» WHAT YOU SHOULD DO
In the material below, find the line containing "values[DEAD[0], index >= DEAD[1].start]" and the line containing "LENGTH - len(HOLE))", then reproduce exactly both of them and every line between, and nothing else.

━━━━━ PROVIDED MATERIAL

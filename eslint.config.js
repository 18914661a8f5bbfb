import js from '@eslint/js';
import globals from 'globals';
import hooks from 'eslint-plugin-react-hooks';
import ts from 'typescript-eslint';

export default ts.config(
  { ignores: ['dist', 'data', 'coverage', 'node_modules'] },
  js.configs.recommended,
  ...ts.configs.recommended,
  {
    languageOptions: { globals: { ...globals.node } },
    rules: {
      '@typescript-eslint/no-unused-vars': ['error', { argsIgnorePattern: '^_', varsIgnorePattern: '^_' }],
      '@typescript-eslint/consistent-type-imports': 'error',
      eqeqeq: ['error', 'always', { null: 'ignore' }],
      'no-restricted-properties': [
        'error',
        { object: 'process', property: 'env', message: 'Settings come from api/config.ts, which the two processes hand the environment.' },
      ],
    },
  },
  {
    files: [
      'api/config.ts',
      'api/server.ts',
      'api/worker.ts',
      'scripts/**',
      'tests/**',
      'seeds/**',
      'docker-free-dev/**',
      'vite.config.ts',
    ],
    rules: { 'no-restricted-properties': 'off' },
  },
  {
    files: ['web/**/*.{ts,tsx}', 'tests/web/**', 'tests/browser/**'],
    languageOptions: { globals: { ...globals.browser } },
    plugins: { 'react-hooks': hooks },
    rules: { ...hooks.configs.recommended.rules },
  },
  {
    files: ['**/*.cjs'],
    languageOptions: { globals: { ...globals.node, ...globals.commonjs } },
    rules: { '@typescript-eslint/no-require-imports': 'off' },
  },
);
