/* Structures and the sites a chemist expects, one row each; read by test-site.c.
 *
 * Sites stand in order, separated by '|': "atoms hydrogens flags: position". Atoms are positions in
 * the SMILES; flags: a next to C=O, h competing heteroatom, d diastereotopic pair, 2 certain not to
 * go first. `reason` is no_enol. */
#pragma once

#include <stddef.h>

typedef struct {
  const char *label, *smiles, *sites, *reason;
} EnlSiteCase;
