"""`hold`: whatever the speed, every map comes, and the same samples give the same bits."""

from collections.abc import Iterator
from functools import cache
from itertools import pairwise
from pathlib import Path

import numpy as np
import pytest
from rig import (
    ArrayModel,
    Block,
    Listener,
    Message,
    Service,
    Wave,
    block_message,
    encode_samples,
    frame_maps,
    join_blocks,
    note,
    plane_wave,
    sensor_noise,
)  # fmt: skip

ARRAY = ArrayModel()
SECOND = 10**9
START = 1_796_133_600 * SECOND
LENGTH = 480_000  # 60 s
HOLE = range(200_000, 203_333)  # samples that never come
DEAD = (10, range(320_000, LENGTH))  # a hydrophone that falls silent
LOW = ARRAY.band(name="low", channels="0:32:2", band_hz=[100.0, 700.0], frame=2048)
HIGH = ARRAY.band(name="high", channels="8:24", band_hz=[500.0, 2000.0], frame=1536, beams=61, average_s=0.5)
PERIOD = 32_000
SEA = plane_wave(Wave(64.0), ARRAY.positions_m, PERIOD, ARRAY.rate_hz)
SEA += sensor_noise(ARRAY.channels, PERIOD, ARRAY.rate_hz, 70.0)
SEA /= ARRAY.full_scale_upa


def t_of(index: int) -> int:
    return START + round(index * SECOND / ARRAY.rate_hz)


def messages(block: int, layout: str) -> Iterator[tuple[int, list[bytes]]]:
    """(samples so far, message) of the whole feed in blocks of that length: notes, a hole, a hydrophone that dies."""
    yield 0, note(ARRAY, "navigation", t=t_of(100_000), sound_speed_m_s=1480.0, heading_deg=212.4)
    moved = ARRAY.positions_m * [1.01, 0, 0]
    yield 0, note(ARRAY, "positions", t=t_of(260_000), positions_m=moved.tolist())
    edges = sorted({*range(0, HOLE.start, block), HOLE.start, *range(HOLE.stop, LENGTH, block), LENGTH})
    for first, end in pairwise(edges):
        if first == HOLE.start:
            continue
        index = np.arange(first, end)
        values = SEA[:, index % PERIOD]
        values[DEAD[0], index >= DEAD[1].start] = 0
        data = encode_samples(values, "i2", layout)
        parts = block_message(ARRAY, Block(first, end - first, t_of(first), data), "hold", type="i2", layout=layout)
        yield end, parts
    yield LENGTH, note(ARRAY, "end", run="hold")


@cache
def framed(frame: int) -> list:
    kept = [("hold", 0, HOLE.start, t_of(0)), ("hold", HOLE.stop, LENGTH - HOLE.stop, t_of(HOLE.stop))]
    return frame_maps(join_blocks(kept), frame, ARRAY.rate_hz)[0]


def collect(folder: Path, block: int, layout: str, in_step: bool) -> dict[str, list[Message]]:
    """Maps of one service that was fed as fast as it takes, or never more than a second ahead of its maps."""
    settings = ARRAY.settings(LOW, HIGH)
    with Service(settings, folder) as service, service.listener() as listener, service.feeder() as feeder:
        for end, parts in messages(block, layout):
            feeder.send(parts)
            if in_step:
                keep_in_step(listener, end)
        maps = {band["name"]: all_maps(listener, band) for band in (LOW, HIGH)}
        status = listener.wait_status("all samples", lambda s: s["samples"] == LENGTH - len(HOLE))
        assert (status["gaps"], status["lost_samples"], status["late"]) == (1, len(HOLE), 0)
        assert [status["bands"][b]["dropped_hops"] for b in ("low", "high")] == [0, 0]
        return maps


def keep_in_step(listener: Listener, end: int) -> None:
    due = sum(m.first + LOW["frame"] <= end - 8000 for m in framed(LOW["frame"]))
    listener.wait_count("map/low", due) if due else None


def all_maps(listener: Listener, band: dict) -> list[Message]:
    expected = framed(band["frame"])
    maps = listener.wait_count(f"map/{band['name']}", len(expected), 60)
    assert [m.header["t"] for m in maps] == [m.t for m in expected]
    return maps


@pytest.fixture(scope="module")
def fast(tmp_path_factory: pytest.TempPathFactory) -> dict[str, list[Message]]:
    return collect(tmp_path_factory.mktemp("fast"), 1000, "channel", in_step=False)


def test_no_map_is_missing_as_fast_as_taken(fast: dict[str, list[Message]]) -> None:
    for band in (LOW, HIGH):
        maps = fast[band["name"]]
        assert [m.header["seq"] for m in maps] == list(range(len(framed(band["frame"]))))
        assert all(np.isfinite(m.level_db).all() for m in maps)


def test_another_speed_block_length_and_layout_give_the_same_bits(
    fast: dict[str, list[Message]], tmp_path: Path
) -> None:
    slow = collect(tmp_path, 1777, "sample", in_step=True)
    free = ("seq", "start", "latency_ms")
    for band in ("low", "high"):
        for one, other in zip(fast[band], slow[band], strict=True):
            assert {k: v for k, v in one.header.items() if k not in free} == {
                k: v for k, v in other.header.items() if k not in free
            }
            assert one.data == other.data, one.header["t"]


def test_every_part_of_the_feed_left_its_mark(fast: dict[str, list[Message]]) -> None:
    """Gap, dead hydrophone, sound speed and positions all show, or sameness would prove little."""
    limits = [m.header["limits"] for m in fast["low"]]
    assert {part["gap"] for part in limits} == {True, False}
    onsets = list(dict.fromkeys(m.header["limits"]["alias_hz"] for m in fast["high"]))
    assert onsets == [1500.0, 1480.0, pytest.approx(1480 / 1.01)]
    for band in ("low", "high"):
        used = [m.header["limits"]["channels_used"] for m in fast[band]]
        assert (used[0], used[-1]) == (16, 15)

━━━━━━━━━━

» EXERCISE SOLUTION
        values[DEAD[0], index >= DEAD[1].start] = 0
        data = encode_samples(values, "i2", layout)
        parts = block_message(ARRAY, Block(first, end - first, t_of(first), data), "hold", type="i2", layout=layout)
        yield end, parts
    yield LENGTH, note(ARRAY, "end", run="hold")


@cache
def framed(frame: int) -> list:
    kept = [("hold", 0, HOLE.start, t_of(0)), ("hold", HOLE.stop, LENGTH - HOLE.stop, t_of(HOLE.stop))]
    return frame_maps(join_blocks(kept), frame, ARRAY.rate_hz)[0]


def collect(folder: Path, block: int, layout: str, in_step: bool) -> dict[str, list[Message]]:
    """Maps of one service that was fed as fast as it takes, or never more than a second ahead of its maps."""
    settings = ARRAY.settings(LOW, HIGH)
    with Service(settings, folder) as service, service.listener() as listener, service.feeder() as feeder:
        for end, parts in messages(block, layout):
            feeder.send(parts)
            if in_step:
                keep_in_step(listener, end)
        maps = {band["name"]: all_maps(listener, band) for band in (LOW, HIGH)}
        status = listener.wait_status("all samples", lambda s: s["samples"] == LENGTH - len(HOLE))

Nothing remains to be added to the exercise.